Design Review Board approves Andrew Soliz's lodge with stipulation that more elements be added to his Bluebird Canyon backyard to increase privacy.

August 09, 2012|By Joanna Clay
  • Andrew Soliz stands with his backyard sweat lodge in Bluebird Canyon.
Andrew Soliz stands with his backyard sweat lodge in Bluebird… (DON LEACH, Coastline…)

The first olive branch — or, in this case, a bamboo shoot — has been extended to a neighbor of a Bluebird Canyon home who hosts monthly sweat lodges.

At a meeting last month, the Design Review Board voted 4-1 in favor of Andrew Soliz's sweat lodge on the 900 block of Meadowlark Drive, as long as he does more to shield the lodge from neighbors by expanding his bamboo hedge with additional shrubbery.

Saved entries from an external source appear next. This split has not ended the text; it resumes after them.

/// Every interval along a path where a per-sample quantity exceeds `limit`: each maximal run of
/// samples with `values[i] > limit`, its ends placed where the quantity crosses the limit
/// (linear interpolation in arc length and t between the samples on either side, or the
/// first/last sample when the path starts/ends in violation), in path order. A quantity that
/// must stay above a limit is checked through its negation or inverse (e.g. a steering
/// curvature |kg| against 1/(smallest radius)). Their accuracy is that of the sampling.
///
/// Buffer (the pattern of the sampling functions): `buf` with room for `capacity` intervals
/// (NULL when `capacity` is 0); on success `*count` intervals are written (0 when the limit is
/// never exceeded). When more are found than fit, returns `STRAKE_STATUS_BUFFER_TOO_SMALL`
/// with `*count` = the number found and nothing written to `buf`; call again with that
/// capacity for the same intervals.
///
/// Errors: NULL_POINTER (`samples`, `values`, `count`; `buf` when `capacity` > 0);
/// INVALID_ARGUMENT (`sample_count` of 0 or too large, `capacity` too large, a NaN value or
/// limit, a sample whose t or arc length is not finite); BUFFER_TOO_SMALL. On any failure but
/// BUFFER_TOO_SMALL nothing is written. Thread-safe.
///
/// # Safety
/// `samples` and `values` NULL or `sample_count` valid elements; `buf` NULL or room for
/// `capacity` intervals; `count` NULL or a writable size_t.
#[unsafe(no_mangle)]
pub unsafe extern "C" fn strake_path_violations(
    samples: *const StrakeSample,
    values: *const f64,
    sample_count: usize,
    limit: f64,
    buf: *mut StrakeViolation,
    capacity: usize,
    count: *mut usize,
) -> StrakeStatus {
    guard("strake_path_violations", || {
        // SAFETY: the caller passes arrays of `sample_count` elements or NULL.
        let s = unsafe { input_slice(samples, sample_count, "samples", "sample_count")? };
        let v = unsafe { input_slice(values, sample_count, "values", "sample_count")? };
        let out = out_buffer(buf, capacity, count)?;
        let mut found = Vec::new();
        violations(s, v, limit, &mut found)?;
        let found: Vec<StrakeViolation> = found.iter().map(StrakeViolation::from).collect();
        out.deliver(&found, "violation intervals")
    })
}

Soliz, who lives with his wife, Carrie Woodburn, started the sweat lodge when he moved to town late last year.

Half Pueblo, half Mayan, 48-year-old Soliz said he learned the practices from the Lakota tribe and has been conducting traditional sweat lodges in the U.S. for 12 years.

He has worked with at-risk youth and adults incarcerated at San Quentin State Prison. He's also a builder, handyman and artist.

At the July 26 Design Review Board meeting, the majority of public comments were in support of Soliz's sweat lodge, except for one.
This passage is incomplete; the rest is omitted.